# [Exercise]
For this exercise, please reproduce the records below word for word, from the first line through the line with "[change] = [c".

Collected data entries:
**********
def test_pitch_changes_are_in_cents(organ: Resolved) -> None:
    pipe = organ.pipes[0]
    sharper = _with_pipe(organ, 0, predicted_hz=pipe.predicted_hz * 2 ** (5 / 1200))
    [change] = [c for c in compare(organ, sharper) if c.field == "predicted_hz"]
    # 1200·log2(f2/f1) (Ellis 1885); the rounding to 0.01 Hz costs up to 0.13 cent at 131 Hz.
    assert change.delta_cents == pytest.approx(5.0, abs=0.15)
    assert change.delta_mm is None
    assert f"(+{change.delta_cents:.2f} cents)" in render([change])


def test_pipes_added_and_removed(organ: Resolved) -> None:
    fewer = dataclasses.replace(organ, pipes=organ.pipes[:-1])
    [removed] = compare(organ, fewer)
    assert (removed.status, removed.owner) == ("removed", organ.pipes[-1].id)
    assert render([removed]).rstrip().endswith("0 pipes changed, 0 added, 1 removed")
    [added] = compare(fewer, organ)
    assert (added.status, added.owner) == ("added", organ.pipes[-1].id)
    assert "1 added" in render([added])


def test_holes_are_matched_by_number_and_fingerings_by_note_and_register(
        whistle: Resolved) -> None:
    pipe = whistle.pipes[0]
    holes = list(pipe.holes)
    third = next(i for i, h in enumerate(holes) if h.number == 3)
    holes[third] = dataclasses.replace(holes[third], diameter_m=holes[third].diameter_m + 5e-4)
    fingerings = list(pipe.fingerings)
    last = len(fingerings) - 1
    fingerings[last] = dataclasses.replace(fingerings[last],
                                           predicted_hz=fingerings[last].predicted_hz * 1.01)
    changed = _with_pipe(whistle, 0, holes=tuple(holes), fingerings=tuple(fingerings))
    found = {c.field: c for c in compare(whistle, changed)}
    f = fingerings[last]
    assert set(found) == {"holes[3].diameter_mm", f"fingerings[{f.note} r{f.register}]"
                          ".predicted_hz"}
    assert found["holes[3].diameter_mm"].delta_mm == pytest.approx(0.5, abs=0.011)
    # 1200·log2(1.01) = 17.23 cents (Ellis 1885 definition), less the 0.01 Hz rounding.
    cents = found[f"fingerings[{f.note} r{f.register}].predicted_hz"].delta_cents
    assert cents == pytest.approx(1200 * math.log2(1.01), abs=0.05)


# --- reading files and revisions --------------------------------------------------------------


def test_identical_files_exit_zero(tmp_path: Path) -> None:
    (tmp_path / "a.yaml").write_bytes(ORGAN.read_bytes())
    (tmp_path / "b.yaml").write_bytes(ORGAN.read_bytes())
    assert run_diff("a.yaml", "b.yaml", tmp_path) == (0, "no changes\n")


def test_changed_files_exit_one(tmp_path: Path) -> None:
    (tmp_path / "a.yaml").write_bytes(ORGAN.read_bytes())
    (tmp_path / "b.yaml").write_text(_edit(ORGAN, "a4: 440 Hz", "a4: 442 Hz"), encoding="utf-8")
    code, text = run_diff("a.yaml", str(tmp_path / "b.yaml"), tmp_path)
    assert code == 1
    assert "tuning.a4_hz" in text and "target_hz" in text


def test_a_path_with_an_at_sign_that_exists_is_a_plain_file(tmp_path: Path) -> None:
    (tmp_path / "organ@2.yaml").write_bytes(b"boresmith: 1\n")
    assert read_spec_arg("organ@2.yaml", tmp_path) == (b"boresmith: 1\n", "organ@2.yaml")


def test_missing_file(tmp_path: Path) -> None:
    with pytest.raises(DiffInputError, match="no such file"):
        read_spec_arg("nothing.yaml", tmp_path)


def _git(repo: Path, *args: str) -> None:
    subprocess.run(["git", "-c", "user.name=Test", "-c", "user.email=test@example.invalid",
                    "-c", "commit.gpgsign=false", "-C", str(repo), *args],
                   check=True, capture_output=True)


@pytest.fixture()
def repo(tmp_path: Path, monkeypatch: pytest.MonkeyPatch) -> Path:
    monkeypatch.setenv("GIT_CEILING_DIRECTORIES", str(tmp_path.parent))
    _git(tmp_path, "init", "-q")
    (tmp_path / "organ").mkdir()
    (tmp_path / "organ" / "spec.yaml").write_bytes(ORGAN.read_bytes())
    _git(tmp_path, "add", "organ/spec.yaml")
    _git(tmp_path, "commit", "-q", "-m", "first")
    return tmp_path


@needs_git
def test_git_revision_against_the_working_file(repo: Path) -> None:
    spec = repo / "organ" / "spec.yaml"
    assert read_spec_arg("organ/spec.yaml@HEAD", repo) == (ORGAN.read_bytes(),
                                                           "organ/spec.yaml@HEAD")
    assert run_diff("organ/spec.yaml@HEAD", "organ/spec.yaml", repo) == (0, "no changes\n")
    spec.write_text(_edit(ORGAN, "temperature: 18 C", "temperature: 25 C"), encoding="utf-8")
    # From inside the folder: the path is relative to the working folder, not the repo root.
    code, text = run_diff("spec.yaml@HEAD", "spec.yaml", repo / "organ")
    assert code == 1
    assert "air.temperature_c" in text and "cut_length_mm" in text
    _git(repo, "commit", "-q", "-a", "-m", "warmer")
    assert run_diff("spec.yaml@HEAD~1", "spec.yaml@HEAD", repo / "organ")[1] == text


@needs_git
def test_git_errors(repo: Path, tmp_path_factory: pytest.TempPathFactory) -> None:
    with pytest.raises(DiffInputError, match="unknown revision `no-such-branch`"):
        read_spec_arg("organ/spec.yaml@no-such-branch", repo)
    with pytest.raises(DiffInputError, match="unknown revision"):
        read_spec_arg("organ/spec.yaml@--output=x", repo)
    with pytest.raises(DiffInputError, match="does not exist at revision"):
        read_spec_arg("organ/other.yaml@HEAD", repo)
    with pytest.raises(DiffInputError, match="not a file at revision"):
        read_spec_arg("organ@HEAD", repo)
    with pytest.raises(DiffInputError, match="no revision after"):
        read_spec_arg("organ/spec.yaml@", repo)
    elsewhere = tmp_path_factory.mktemp("plain")
    (elsewhere / "spec.yaml").write_bytes(ORGAN.read_bytes())
    with pytest.raises(DiffInputError, match="not in a git repository"):
        read_spec_arg("spec.yaml@HEAD", elsewhere)


# --- what to do at the bench ------------------------------------------------------------------


def test_report_leads_with_one_line_per_pipe_to_trim_or_recut(organ: Resolved) -> None:
    from compiler.diff import actions

    cooler = _resolve(_edit(ORGAN, "temperature: 18 C", "temperature: 12 C"))
    changes = compare(organ, cooler)
    cuts = _by(changes, "pipe", "cut_length_mm")
    found = {a.pipe: a for a in actions(changes)}
    # Colder air, slower sound: every pipe shorter, so each is trimmed by what its cut
    # length lost (c ∝ √T: Kinsler et al., Fundamentals of Acoustics, 2000, from memory).
    assert set(found) == {p.id for p in organ.pipes} == set(cuts)
    for pipe, change in cuts.items():
        assert change.delta is not None and change.delta < 0
        assert found[pipe].action == "trim"
        assert f"(trim {abs(change.delta):.2f} mm)" in found[pipe].line
    text = render(changes, len(cooler.pipes))
    first = text.splitlines()
    assert first[0] == "what to re-cut or re-drill, one line per pipe:"
    assert first[1].split()[:2] == ["principal-4-C3", "trim:"]
    assert len([ln for ln in first if ln.startswith("  principal-4-")]) == len(organ.pipes)
    assert "every change:" in text
    # The other way round the pipes are too short: new ones.
    back = {a.pipe: a for a in actions(compare(cooler, organ))}
    assert all(a.action == "re-cut" and "longer: cut a new one" in a.line
               for a in back.values())


def test_a_recalibrated_rank_is_trimmed_not_recut(organ: Resolved) -> None:
    from compiler.diff import actions

    # A prototype C3 measured sharp of the uncalibrated model: the fit shrinks the mouth
    # term, so the calibrated rank is cut longer. Going back to the plain model, every pipe
    # is shorter (a trim); the mouth term and its ±8 % band are the model's lengths, not a
    # part's, and must not turn a trim into "make it again".
    measured = ORGAN.read_text(encoding="utf-8") + (
        "    measured:\n      - {note: C3, frequency: 129.9 Hz, temperature: 19 C}\n")
    changes = compare(_resolve(measured), organ)
    bands = _by(changes, "pipe", "mouth.band_mm")
    assert bands  # the band moved with the calibration
    found = {a.pipe: a for a in actions(changes)}
    for pipe in bands:
        assert found[pipe].action == "trim", found[pipe].line
        assert "band" not in found[pipe].line


def test_an_inch_specs_bench_lines_are_in_inches(tmp_path: Path) -> None:
    # A rank written in inches, 4 °F cooler: every pipe is trimmed, and the line that says
    # by how much gives the fraction of an inch the maker's rule reads (1 in = 25.4 mm).
    spec = ROOT / "tests" / "cases" / "organ-ranks-inch" / "spec.yaml"
    (tmp_path / "a.yaml").write_bytes(spec.read_bytes())
    (tmp_path / "b.yaml").write_text(_edit(spec, "temperature: 64 F", "temperature: 60 F"),
                                     encoding="utf-8")
    code, text = run_diff("a.yaml", "b.yaml", tmp_path)
    assert code == 1
    bench = [ln for ln in text.split("every change:")[0].splitlines() if "trim:" in ln]
    assert bench
    for line in bench:
        trim = re.search(r"\(trim (\d+/\d+) in = (\d+\.\d+) mm\)", line)
        assert trim is not None, line
        num, den = map(int, trim.group(1).split("/"))
        assert abs(25.4 * num / den - float(trim.group(2))) <= 25.4 / 64 + 1e-9
        assert re.search(r"cut length [\d /]+ in = [\d.]+ mm -> [\d /]+ in = ", line), line


def test_a_cooler_flute_is_recut_and_redrilled() -> None:
    from compiler.diff import actions

    old = _resolve(WHISTLE.read_text(encoding="utf-8"))
    new = _resolve(_edit(WHISTLE, "temperature: 30 C", "temperature: 25 C"))
    [whistle] = actions(compare(old, new))
    assert whistle.action == "re-cut, re-drill"
    # 5 °C cooler, slower sound: every length shrinks in proportion (a quarter wave scales
    # with c / f, common practice), so the holes move up towards the top end, said in
    # words; '-0.60 mm from the top' read as a position
    assert re.search(r"hole 1 moves \d+\.\d\d mm nearer the top", whistle.line), whistle.line
    assert "further from the top" not in whistle.line and "moves -" not in whistle.line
**********
# [Solution]
def test_pitch_changes_are_in_cents(organ: Resolved) -> None:
    pipe = organ.pipes[0]
    sharper = _with_pipe(organ, 0, predicted_hz=pipe.predicted_hz * 2 ** (5 / 1200))
    [change] = [c for c in compare(organ, sharper) if c.field == "predicted_hz"]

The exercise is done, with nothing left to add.